And that advice was that decrypting/re-encrypting the stream was the source of the slow down but no mention of what can be done about it (actually that was more a comment rather than advice). That is because there is nothing that can be done about it. The only thing you can control in that instance is the type of connection. See how sarcasm can put people on the defensive. Doesn't feel good does it? There is no need to be so sarcastic. I just understood the question different than you, I thought he was asking in general what would speed up his transfers. But even If the question is specific to transfers with TivoDesktop the answer only changes to:



> "The only thing that you can control to speed up transfers using TivoDesktop is the type of connection and that speed up will most likely be slight, if noticed at all. However you may see significant increases in the performance of other networking functions such as MRV."


To say that the connection has no effect is equally wrong because if you have a poor connection any network function will be degraded or unavailable. To be completely correct you should always check your connection first as there may be issues there that have nothing to do with either encryption/decryption or the device used to transfer with a good connection.

I don't mind a discussion about what effects network transfers in different situations and if it is significant or not and what if anything can be done about it. Just don't go around attacking people with sarcasm.


----------



## Andy804 (May 15, 2007)

I appreciate the information that both of you have provided. I will first improve my connection to use a wired adapter to my router (wireless g) and compare performance from my past transfers. If the times are improved enough, I will leave everything else the same.
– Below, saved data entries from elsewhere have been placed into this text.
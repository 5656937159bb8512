package org.resonancegate.criteria;

/** The tie rule of the results contract: values within a relative 1e-9 of each other are equal. */
public final class Ties {

    public static final double RELATIVE = 1e-9;

    private Ties() {
    }

    public static boolean same(double a, double b) {
        return Math.abs(a - b) <= RELATIVE * Math.max(Math.abs(a), Math.abs(b));
    }
}
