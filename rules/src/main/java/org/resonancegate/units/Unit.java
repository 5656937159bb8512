package org.resonancegate.units;

/**
 * One accepted unit spelling: its symbol as a user writes it, the dimension it measures and the
 * factor that turns a value in it into SI ({@code si = value × factor}).
 */
public record Unit(String symbol, Dimension dimension, double factor) {
}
I will also look into TyTools, FTP, and MRV for file transfers instead of TivoDesktop, if the first improvement is not enough. I have looked into connecting to my Tivo via FTP and will put this as my second project.

Again. Thanks for your assistance and information. I look forward to providing some comparison times for my current transfer, transfer through a better connection to the router, and then finally through optimized transfer software.


----------



## Andy804 (May 15, 2007)

My results were impressive. Under my current setup, a 10 minute high-quality tivo recording (271 Mb) took 30.5 minutes to transfer to my PC. With a wired adapter to the router (as the only change), the same transfer took 7.5 minutes. I am pleased with the speed "as is".

Thanks for the assistance, it will make my life that much better when I transfer Movies to my Archos. 

I will still look into FTP connections between my PC and Tivo, but I will take this project on when I have more time to investigate.


----------



## BTUx9 (Nov 13, 2003)

Wow... impressive.

Sounds like your previous setup was seriously malfunctioning (interference can be deadly for a tivo's xfers... it's not good with packet resends)

I'm also very pleased to see that tivo desktop speeds are coming close to saturating the USB1 bitrate... maybe tivo really DID some good, going to 8.x (mostly, I've heard complaints)


----------



## JWThiers (Apr 13, 2005)

cough!  

I'm glad that switching to a wired adapter helped so much. Expect to see increases in MRV and FTP performance as well.


----------